Avis de CABY Gérard - le 18/11/2009
Préalables
1 Débat = plus que tardif !
- en regard des montants déjà investis dans la recherche (plusieurs milliards de $), les résultats actuels sont d’une discrétion étonnante !
– il y a déjà entre 800 et 1 000 produits industriels sur le marché
– les consommateurs n’ont aucune information, les salariés ne disposent pas toujours des protections suffisantes
- par contre, les industriels et les transformateurs ne sont tenus à aucune déclaration !

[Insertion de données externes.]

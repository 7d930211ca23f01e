import assert from "node:assert/strict";
import { assertClose } from "../assert_close.ts";
import {
  cutterCatalogue,
  nearest,
  neighbouringSizes,
  roundUp,
} from "../../src/optimize/cutters.ts";

const MM = 1e-3; // 1 mm = 1e-3 m, SI definition.
const INCH = 25.4e-3; // 1 in = 25.4 mm exactly (international yard and pound, 1959).

// Series: common practice, no source (stock ball-end mill sizes), as listed in the brief.
Deno.test("metric catalogue: 2, 2.5, 3, 3.5, 4, then whole mm to 13", () => {
  const c = cutterCatalogue("metric");
  assert.ok(c.kind === "discrete");
  const expected = [2, 2.5, 3, 3.5, 4, 5, 6, 7, 8, 9, 10, 11, 12, 13];
  assert.equal(c.cutters.length, expected.length);
  expected.forEach((mm, k) => {
    assertClose(c.cutters[k].size, mm * MM, { rel: 1e-15, what: `${mm} mm` });
    assert.equal(c.cutters[k].label, `${mm} mm`);
  });
});

Deno.test("inch catalogue: 3/32 … 1/2 in, labels as fractions, 1 in = 25.4 mm exactly", () => {
  const c = cutterCatalogue("inch");
  assert.ok(c.kind === "discrete");
  const labels = [
    "3/32",
    "1/8",
    "5/32",
    "3/16",
    "7/32",
    "1/4",
    "9/32",
    "5/16",
    "11/32",
    "3/8",
    "7/16",
    "1/2",
  ];
  assert.deepEqual(c.cutters.map((k) => k.label), labels.map((l) => `${l} in`));
  // 5/16 in = 7.9375 mm; 1/2 in = 12.7 mm; 3/32 in = 2.38125 mm (exact decimal conversions).
  assertClose(c.cutters[7].size, 7.9375 * MM, { rel: 1e-15, what: "5/16 in" });
  assertClose(c.cutters[11].size, 12.7 * MM, { rel: 1e-15, what: "1/2 in" });
  assertClose(c.cutters[0].size, 2.38125 * MM, { rel: 1e-15, what: "3/32 in" });
  assertClose(c.cutters[5].size, 0.25 * INCH, { rel: 1e-15, what: "1/4 in" });
});

Deno.test("user list in mm: sorted, de-duplicated, labelled; bad lists throw", () => {
  const c = cutterCatalogue([6, 5.5, 3, 5.5]);
  assert.ok(c.kind === "discrete" && c.system === "custom");
  assert.deepEqual(c.cutters.map((k) => k.label), ["3 mm", "5.5 mm", "6 mm"]);
  assert.throws(() => cutterCatalogue([]), RangeError);
  assert.throws(() => cutterCatalogue([3, -1]), RangeError);
  assert.throws(() => cutterCatalogue([3, NaN]), RangeError);
});

Deno.test("neighbouring sizes: below/above strictly, exact within 1 nm, none past the ends", () => {
  const c = cutterCatalogue("metric");
  const mid = neighbouringSizes(c, 5.3 * MM);
  assert.equal(mid.below?.label, "5 mm");
  assert.equal(mid.above?.label, "6 mm");
  assert.equal(mid.exact, undefined);
  const hit = neighbouringSizes(c, 0.0035);
  assert.equal(hit.exact?.label, "3.5 mm");
  assert.equal(hit.below?.label, "3 mm");
  assert.equal(hit.above?.label, "4 mm");
  const small = neighbouringSizes(c, 1 * MM);
  assert.equal(small.below, undefined);
  assert.equal(small.above?.label, "2 mm");
  const big = neighbouringSizes(c, 14 * MM);
  assert.equal(big.above, undefined);
  assert.equal(big.below?.label, "13 mm");
  assert.throws(() => neighbouringSizes(c, 0), RangeError);
  assert.throws(() => neighbouringSizes(c, Infinity), RangeError);
});

Deno.test("roundUp never returns a smaller cutter; above the largest it fails explicitly", () => {
  for (const spec of ["metric", "inch"] as const) {
    const c = cutterCatalogue(spec);
    assert.ok(c.kind === "discrete");
    const largest = c.cutters[c.cutters.length - 1].size;
    for (let mm = 0.5; mm * MM <= largest + 1e-12; mm += 0.05) {
      const r = roundUp(c, mm * MM);
      assert.ok(r.ok, `${spec} ${mm} mm`);
      assert.ok(r.cutter.size >= mm * MM - 1e-9, `${spec}: ${r.cutter.label} < ${mm} mm`);
    }
    const over = roundUp(c, largest * 1.01);
    assert.ok(!over.ok && over.code === "above_largest");
  }
  const inch = cutterCatalogue("inch");
  const r = roundUp(inch, 7.5 * MM); // between 9/32 in = 7.14375 mm and 5/16 in = 7.9375 mm
  assert.ok(r.ok && r.cutter.label === "5/16 in");
});

Deno.test("nearest: closest diameter, ties to the larger, clamps past the ends with a flag", () => {
  const c = cutterCatalogue("metric");
  assert.equal(nearest(c, 5.4 * MM).cutter.label, "5 mm");
  assert.equal(nearest(c, 5.6 * MM).cutter.label, "6 mm");
  assert.equal(nearest(c, 2.25 * MM).cutter.label, "2.5 mm"); // tie → larger (common practice, no source)
  const below = nearest(c, 1 * MM);
  assert.equal(below.cutter.label, "2 mm");
  assert.equal(below.outside, "below_smallest");
  const above = nearest(c, 20 * MM);
  assert.equal(above.cutter.label, "13 mm");
  assert.equal(above.outside, "above_largest");
});

Deno.test("continuous catalogue offers every size", () => {
  const c = cutterCatalogue("continuous");
  const r = roundUp(c, 5.37 * MM);
  assert.ok(r.ok);
  assertClose(r.cutter.size, 5.37 * MM, { rel: 1e-15, what: "continuous size" });
  assert.equal(r.cutter.label, "5.37 mm");
  assert.equal(nearest(c, 7 * MM).outside, undefined);
});
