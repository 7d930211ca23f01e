/**
 * The reuse of simulations by `evaluateDesign` within a run (`optimize/simulation_cache.ts`,
 * `withReusedSimulations`): property checks only. A reused evaluation must be the one a
 * simulation outside any run gives (a simulation is deterministic), cost no simulation, and
 * read its slopes from a tangent that carried every size asked for, in whichever space of the
 * same scenario it was run.
 */
import assert from "node:assert/strict";
import { parseScenario } from "../../src/model/parse_scenario.ts";
import type { Scenario } from "../../src/model/scenario_schema.ts";
import { LIBRARY_MATERIAL_IDS } from "../../src/network/simulate_scenario.ts";
import { currentDesign, type DesignSpace, designSpace } from "../../src/optimize/design_space.ts";
import {
  type DesignEvaluation,
  evaluateDesign,
  type EvaluationOutcome,
  withReusedSimulations,
} from "../../src/optimize/evaluate_design.ts";
import { readMeter, resetMeter } from "../../src/optimize/run_meter.ts";
import { scenarioFingerprint, SimulationCache } from "../../src/optimize/simulation_cache.ts";
import { familyLayout } from "../support/family_layout.ts";

function family(seed: number): Scenario {
  const parsed = parseScenario(familyLayout(4, { seed }), { materialIds: LIBRARY_MATERIAL_IDS });
  assert.ok(parsed.ok);
  return parsed.scenario;
}

function evaluation(outcome: EvaluationOutcome): DesignEvaluation {
  assert.ok(outcome.ok, !outcome.ok ? outcome.message : "");
  return outcome.evaluation;
}

/** The figures an optimizer reads of an evaluation. */
function figures(e: DesignEvaluation) {
  return {
    x: [...e.x],
    fillTimes: e.fillTimes,
    splitFillTimes: e.splitFillTimes,
    gateShear: e.gateShear,
    gateShearBalanced: e.gateShearBalanced,
    feedPressurePeak: e.feedPressurePeak,
    feedPressureReference: e.feedPressureReference,
    runnerVolume: e.runnerVolume,
    violations: e.violations,
    slopes: e.slopes,
  };
}

function simulationsCounted(): { simulations: number; reused: number } {
  let simulations = 0;
  let reused = 0;
  for (const tally of readMeter().values()) {
    simulations += tally.simulations;
    reused += tally.reused;
  }
  return { simulations, reused };
}

/** The space of the gates alone, every runner held at its size today. */
function gatesAlone(scenario: Scenario): DesignSpace {
  const fixed = structuredClone(scenario);
  for (const r of fixed.runners) r.adjustable = false;
  return designSpace(fixed);
}

Deno.test("simulation cache: forgets the least recently used entry beyond its capacity", () => {
  const cache = new SimulationCache<number>(2);
  cache.set("a", 1);
  cache.set("b", 2);
  assert.equal(cache.get("a"), 1); // a is now the most recently used
  cache.set("c", 3);
  assert.equal(cache.size, 2);
  assert.equal(cache.get("b"), undefined);
  assert.equal(cache.get("a"), 1);
  assert.equal(cache.get("c"), 3);
  assert.throws(() => new SimulationCache(0), RangeError);
});

Deno.test("simulation cache: within a run the same sizes give the same evaluation and count one simulation", async () => {
  const space = designSpace(family(1));
  const x = currentDesign(space).map((v) => v * 1.02);
  const outside = evaluation(evaluateDesign(space, x, { slopes: true }));
  resetMeter();
  await withReusedSimulations(async () => {
    const first = evaluateDesign(space, x, { slopes: true });
    await Promise.resolve();
    const again = evaluateDesign(space, Float64Array.from(x), { slopes: true });
    const plain = evaluateDesign(space, Float64Array.from(x));
    assert.ok(first.ok && again.ok && plain.ok);
    assert.equal(first.simulations, 1);
    assert.equal(again.simulations, 0);
    assert.equal(plain.simulations, 0);
    assert.deepEqual(simulationsCounted(), { simulations: 1, reused: 2 });
    // A simulation is deterministic: the reused one is the one outside the run.
    assert.deepEqual(figures(first.evaluation), figures(outside));
    assert.deepEqual(figures(again.evaluation), figures(outside));
    assert.ok(outside.slopes);
    // Asked without slopes, an evaluation has none, as a plain simulation would.
    assert.deepEqual(figures(plain.evaluation), { ...figures(outside), slopes: undefined });
    // Other sizes are simulated.
    const other = evaluateDesign(space, currentDesign(space).map((v) => v * 1.03));
    assert.ok(other.ok);
    assert.equal(other.simulations, 1);
  });
  // Outside a run nothing is reused.
  const after = evaluateDesign(space, x, { slopes: true });
  assert.ok(after.ok);
  assert.equal(after.simulations, 1);
});

Deno.test("simulation cache: a sub-space reads its slopes from the whole space's tangent", async () => {
  const scenario = family(2);
  const space = designSpace(scenario);
  const gates = gatesAlone(scenario);
  assert.ok(gates.variables.length > 0 && gates.variables.length < space.variables.length);
  // Today's sizes: the same network in both spaces, to the last bit.
  const fresh = evaluation(evaluateDesign(gates, currentDesign(gates), { slopes: true }));
  // The other way round below: a gates-only tangent lacks the runners' slopes.
  const x = currentDesign(space);
  space.variables.forEach((v, j) => {
    if (v.kind === "gate") x[j] *= 0.98;
  });
  const y = Float64Array.from(gates.variables, (v) => {
    const j = space.variables.findIndex((u) => u.element === v.element && u.kind === v.kind);
    return x[j];
  });
  await withReusedSimulations(async () => {
    evaluation(evaluateDesign(space, currentDesign(space), { slopes: true }));
    const reused = evaluateDesign(gates, currentDesign(gates), { slopes: true });
    assert.ok(reused.ok);
    assert.equal(reused.simulations, 0);
    assert.deepEqual(figures(reused.evaluation), figures(fresh));
    await Promise.resolve();
    evaluation(evaluateDesign(gates, y, { slopes: true }));
    const whole = evaluateDesign(space, x, { slopes: true });
    assert.ok(whole.ok);
    assert.equal(whole.simulations, 1);
    assert.ok(whole.evaluation.slopes);
    assert.equal(whole.evaluation.slopes.pressure.length, space.variables.length);
  });
});

Deno.test("simulation cache: asking for slopes after a plain simulation simulates again", async () => {
  const space = designSpace(family(3));
  const x = currentDesign(space).map((v) => v * 1.01);
  await withReusedSimulations(async () => {
    evaluation(evaluateDesign(space, x));
    await Promise.resolve();
    const withSlopes = evaluateDesign(space, x, { slopes: true });
    assert.ok(withSlopes.ok);
    assert.equal(withSlopes.simulations, 1);
    assert.ok(withSlopes.evaluation.slopes);
  });
});

Deno.test("simulation cache: the fingerprint leaves out the sizes and flags a design sets, nothing else", () => {
  const scenario = family(1);
  const resized = structuredClone(scenario);
  resized.runners[0].diameter_mm *= 1.1;
  resized.runners[1].adjustable = false;
  const gate = resized.gates[0];
  if (gate.type === "edge") gate.thickness_mm *= 1.1;
  else gate.diameter_mm = (gate.diameter_mm ?? 1) * 1.1;
  resized.gates[1].adjustable = false;
  assert.equal(scenarioFingerprint(resized), scenarioFingerprint(scenario));
  const slower = structuredClone(scenario);
  slower.process.injection = { flow_rate_cm3_s: 1 };
  assert.notEqual(scenarioFingerprint(slower), scenarioFingerprint(scenario));
  const longer = structuredClone(scenario);
  longer.runners[0].length_mm = (longer.runners[0].length_mm ?? 10) + 1;
  assert.notEqual(scenarioFingerprint(longer), scenarioFingerprint(scenario));
});
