import assert from "node:assert/strict";
import { assertClose } from "../assert_close.ts";
import { parseScenario } from "../../src/model/parse_scenario.ts";
import type { Scenario, ScenarioWire } from "../../src/model/scenario_schema.ts";
import { LIBRARY_MATERIAL_IDS } from "../../src/network/simulate_scenario.ts";
import { optimizeBalance } from "../../src/optimize/balance.ts";
import { currentDesign, designSpace } from "../../src/optimize/design_space.ts";
import { evaluateDesign } from "../../src/optimize/evaluate_design.ts";
import { powerLawFluid } from "../network/_scenarios.ts";

function parse(wire: unknown): Scenario {
  const parsed = parseScenario(wire, { materialIds: LIBRARY_MATERIAL_IDS });
  assert.ok(parsed.ok, JSON.stringify(!parsed.ok && parsed.issues));
  return parsed.scenario;
}

/** Sprue → junction J → two runners of lengths L1, L2 → identical pin gates → identical cavities. */
function twoBranches(
  n: number,
  L1: number,
  L2: number,
  mode: "new_tool" | "steel_safe",
): ScenarioWire {
  const cavity = (id: string) => ({
    id,
    volume_cm3: 200,
    projected_area_cm2: 300,
    wall_mm: 3,
    flow_length_mm: 200,
    fill_pattern: "strip" as const,
  });
  return {
    format: "evenfill.scenario/1",
    name: "two-branch balance check",
    // K = 7500 Pa·sⁿ at n = 0.38; the Newtonian check uses 100 Pa·s at a fifth of the rate,
    // so that both stay well inside the 400 MPa press.
    material: powerLawFluid(n === 1 ? 100 : 7500, n),
    process: {
      melt_temperature_C: 230,
      mold_temperature_C: 40,
      injection: { flow_rate_cm3_s: n === 1 ? 20 : 100 },
      switchover_percent: 100,
      thermal: "isothermal",
    },
    machine: { max_injection_pressure_MPa: 400, clamp_force_kN: 100000 },
    feed: { kind: "hot_drop", node: "J", length_mm: 20, diameter_mm: 6 },
    nodes: [
      { id: "J", x_mm: 0, y_mm: 0 },
      { id: "A", x_mm: -L1, y_mm: 0 },
      { id: "B", x_mm: L2, y_mm: 0 },
    ],
    runners: [
      { id: "R1", from: "J", to: "A", diameter_mm: 2.5 },
      {
        id: "R2",
        from: "J",
        to: "B",
        diameter_mm: 2.5,
        adjustable: true,
        min_diameter_mm: 1.5,
        max_diameter_mm: 6,
      },
    ],
    gates: [
      { id: "G1", from: "A", cavity: "C1", type: "pin", diameter_mm: 1.5, land_mm: 1 },
      { id: "G2", from: "B", cavity: "C2", type: "pin", diameter_mm: 1.5, land_mm: 1 },
    ],
    cavities: [cavity("C1"), cavity("C2")],
    goals: {
      mode,
      max_imbalance_percent: 0.2,
      max_pressure_fraction: 1,
      cutters: "continuous",
      gate_shear_limit_1_s: 1e7,
      size_rules: false,
    },
  };
}

for (const n of [1, 0.38]) {
  Deno.test(`balanced radius ratio of two runners equals [(L2/L1)(Q2/Q1)ⁿ]^(1/(3n+1)) (n = ${n})`, async () => {
    // Power-law tube, ΔP = (2KL/R)[(3n+1)Q/(πnR³)]ⁿ (Bird, Armstrong & Hassager vol. 1): equal drops
    // at equal flows (identical gates and cavities, Q2 = Q1) give R2/R1 = (L2/L1)^(1/(3n+1)).
    // The branch volumes differ by the runners' own volume (< 0.2 % of a branch), which shifts
    // the balanced ratio by less than the 1 % tolerance.
    const L1 = 40;
    const L2 = 120;
    const result = await optimizeBalance(parse(twoBranches(n, L1, L2, "new_tool")), {
      maxIterations: 40,
    });
    assert.ok(result.ok, JSON.stringify(!result.ok && result));
    const o = result.outcome;
    assert.equal(o.status, "converged", o.reason);
    const r2 = o.after.x[0];
    const expected = 2.5e-3 * Math.pow(L2 / L1, 1 / (3 * n + 1));
    assertClose(r2, expected, { rel: 0.01, what: "balanced R2 diameter" });
    assert.ok(o.after.imbalancePercent <= 0.2 + 1e-9, `imbalance ${o.after.imbalancePercent}`);
  });
}

Deno.test("steel-safe mode never shrinks, and reports infeasible with the change it would need", async () => {
  // R2 is already larger than the balanced size, so its (faster) cavity could only be slowed by
  // shrinking R2: not steel-safe. The answer must be "infeasible" and name R2 going down.
  const wire = twoBranches(1, 40, 120, "steel_safe");
  wire.runners![1].diameter_mm = 4.5;
  const result = await optimizeBalance(parse(wire), { maxIterations: 25 });
  assert.ok(result.ok, JSON.stringify(!result.ok && result));
  const o = result.outcome;
  assert.ok(o.after.x[0] >= 4.5e-3 * (1 - 1e-12), `steel-safe shrank R2 to ${o.after.x[0]}`);
  assert.equal(o.status, "infeasible", o.reason);
  assert.ok(
    o.wouldNeed.some((line) => line.startsWith("R2") && /not steel-safe/.test(line)),
    `explanation should name R2 shrinking: ${JSON.stringify(o.wouldNeed)}`,
  );
});

/**
 * Feed F → R0 → S, two-way split at S (R1a, R1b), two-way splits at A and B (R2a…R2d),
 * identical pin gates and cavities. Runners only are adjustable.
 */
function symmetricTree(n: number, machineMPa: number): ScenarioWire {
  const cavity = (id: string) => ({
    id,
    volume_cm3: 50,
    projected_area_cm2: 100,
    wall_mm: 3,
    flow_length_mm: 100,
    fill_pattern: "strip" as const,
  });
  const runner = (id: string, from: string, to: string) => ({
    id,
    from,
    to,
    diameter_mm: 5,
    adjustable: true,
    min_diameter_mm: 1.5,
    max_diameter_mm: 12,
  });
  const gate = (id: string, from: string, cavityId: string) => ({
    id,
    from,
    cavity: cavityId,
    type: "pin" as const,
    diameter_mm: 2,
    land_mm: 1,
  });
  return {
    format: "evenfill.scenario/1",
    name: "symmetric tree at a pressure budget",
    material: powerLawFluid(n === 1 ? 100 : 7500, n),
    process: {
      melt_temperature_C: 230,
      mold_temperature_C: 40,
      injection: { flow_rate_cm3_s: n === 1 ? 20 : 60 },
      switchover_percent: 100,
      thermal: "isothermal",
    },
    machine: { max_injection_pressure_MPa: machineMPa, clamp_force_kN: 100000 },
    feed: { kind: "hot_drop", node: "F", length_mm: 20, diameter_mm: 8 },
    nodes: [
      { id: "F", x_mm: 0, y_mm: -30 },
      { id: "S", x_mm: 0, y_mm: 0 },
      { id: "A", x_mm: -40, y_mm: 0 },
      { id: "B", x_mm: 40, y_mm: 0 },
      { id: "A1", x_mm: -40, y_mm: 30 },
      { id: "A2", x_mm: -40, y_mm: -30 },
      { id: "B1", x_mm: 40, y_mm: 30 },
      { id: "B2", x_mm: 40, y_mm: -30 },
    ],
    runners: [
      runner("R0", "F", "S"),
      runner("R1a", "S", "A"),
      runner("R1b", "S", "B"),
      runner("R2a", "A", "A1"),
      runner("R2b", "A", "A2"),
      runner("R2c", "B", "B1"),
      runner("R2d", "B", "B2"),
    ],
    gates: [
      gate("G1", "A1", "C1"),
      gate("G2", "A2", "C2"),
      gate("G3", "B1", "C3"),
      gate(
        "G4",
        "B2",
        "C4",
      ),
    ],
    cavities: [cavity("C1"), cavity("C2"), cavity("C3"), cavity("C4")],
    goals: {
      mode: "new_tool",
      max_imbalance_percent: 1,
      max_pressure_fraction: 1,
      cutters: "continuous",
      gate_shear_limit_1_s: 1e7,
      size_rules: false,
    },
  };
}

for (const n of [1, 0.38]) {
  Deno.test(`minimum-volume symmetric tree at a pressure budget: radii step 2^(1/3) per split (n = ${n})`, async () => {
    // Minimising Σ 2^l·L_l·r_l² subject to a fixed path drop Σ c·L_l·(Q/2^l)ⁿ/r_l^(3n+1)
    // (power-law tube law) gives r_l^(3n+3) ∝ (Q/2^l)ⁿ/2^l, so r_l ∝ 2^(−l/3) for every n:
    // the branching rule D_feed = D_branch·N^(1/3) (Murray's cube law; Lee & Stevenson,
    // J. Reinforced Plastics and Composites, 1998). Budget: the start design's simulated peak
    // pressure + 25 %, so that the runners shrink until the pressure limit binds.
    const start = parse(symmetricTree(n, 400));
    const startSpace = designSpace(start);
    const first = evaluateDesign(startSpace, currentDesign(startSpace));
    assert.ok(first.ok);
    const budgetMPa = first.evaluation.feedPressurePeak / 1e6 * 1.25;
    const result = await optimizeBalance(parse(symmetricTree(n, budgetMPa)), {
      maxIterations: 60,
    });
    assert.ok(result.ok, JSON.stringify(!result.ok && result));
    const o = result.outcome;
    assert.equal(o.status, "converged", o.reason);
    const size = (id: string) => o.after.x[o.space.variables.findIndex((v) => v.element === id)];
    const level1 = (size("R1a") + size("R1b")) / 2;
    const level2 = (size("R2a") + size("R2b") + size("R2c") + size("R2d")) / 4;
    const ratio = Math.cbrt(2);
    if (Deno.env.get("EVENFILL_REPORT")) {
      console.log(`n=${n}: ${size("R0") / level1} ${level1 / level2} ${o.simulations} simulations`);
    }
    assertClose(size("R0") / level1, ratio, { rel: 0.02, what: "R0 / level-1 diameter" });
    assertClose(level1 / level2, ratio, { rel: 0.02, what: "level-1 / level-2 diameter" });
    // The budget binds (otherwise the smallest runners would win).
    assertClose(o.after.feedPressurePeak / 1e6, budgetMPa, { rel: 0.02, what: "peak vs budget" });
  });
}

Deno.test("cancel is honoured between finite-difference simulations, not only between iterations", async () => {
  const wire = JSON.parse(
    await Deno.readTextFile(new URL("../../scenarios/family_four_housing.json", import.meta.url)),
  );
  // A signal that reads as aborted from its fourth look on: deterministic, where a timer is not.
  let polls = 0;
  const signal = {
    get aborted() {
      return ++polls > 3;
    },
  } as unknown as AbortSignal;
  const result = await optimizeBalance(parse(wire), { slopes: "finite_difference", signal });
  assert.ok(result.ok, JSON.stringify(!result.ok && result));
  assert.equal(result.outcome.status, "cancelled");
  // Ten sizes would take eleven simulations for one set of slopes: it stopped inside it.
  assert.ok(result.outcome.simulations <= 4, `${result.outcome.simulations} simulations`);
});
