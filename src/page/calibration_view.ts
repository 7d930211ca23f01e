/**
 * The page's trial-shot views, pure: the weighed-mass table and the measurements block it
 * writes, the factors a fit may move (in shop words), measured against predicted bars before
 * and after the fit, the fitted factors with their uncertainty, and the process-window chart.
 * SVG and HTML strings, tested without a browser (`tests/page/calibration_view_test.ts`).
 *
 * @module
 */
import { escapeXml as esc, linearScale, niceDomain, seriesStyle, tickLabel } from "./chart.ts";
import {
  type DisplayUnits,
  formatNumber,
  formatTemperatureRise,
  G_PER_OUNCE,
} from "./display_units.ts";
import type { CalibrationFactorEntry, CalibrationResult, Change, WindowJobResult } from "./wire.ts";

/** The parts of a scenario these views read. */
export interface TrialScenario {
  name?: string;
  cavities: { id: string; name?: string }[];
  gates: { id: string; cavity?: string }[];
  runners?: { id: string }[];
  measurements?: {
    short_shots: {
      shot_percent?: number;
      injected_cm3?: number;
      parts: { cavity: string; mass_g?: number; fill_percent?: number }[];
    }[];
    full_shot_pressure_MPa?: number;
  };
}

/** One short shot as the table holds it: shot size and the typed masses by cavity (display unit). */
export interface ShotRow {
  /** Shot size, % of the full shot (feed system + cavities). */
  shotPercent: string;
  /** Typed mass per cavity id, in the mass unit shown (g, or oz with US units). */
  masses: Record<string, string>;
}

/** The mass unit the table is typed in: g, or oz when US units are chosen. */
export function massUnit(units: DisplayUnits): "g" | "oz" {
  return units.length === "in" ? "oz" : "g";
}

- avec ce « coup parti » au niveau mondial, comment se protéger des importations ?
2 Partie prenante
Si les autorités (politique ou/et scientifique) ne nous écoutent pas (voir demande de moratoire dans la conclusion) et décident de poursuivre la production (médicale ou industrielle) et la vente de produits contenant des nanotechnologies, nous :
- [endif]refusons la poursuite de ce qui est devenu un dogme « capitaliser les bénéfices, socialiser les pertes », qui a connu son apogée avec le « casino bancaire »….. mais est en vigueur dans le milieu de la recherche et de l’industrie appliquée depuis un certain temps (nucléaire, OGM, amiante, PCB, vache folle, …..) En effet, socialiser les pertes signifie, in fine, faire payer la sté civile.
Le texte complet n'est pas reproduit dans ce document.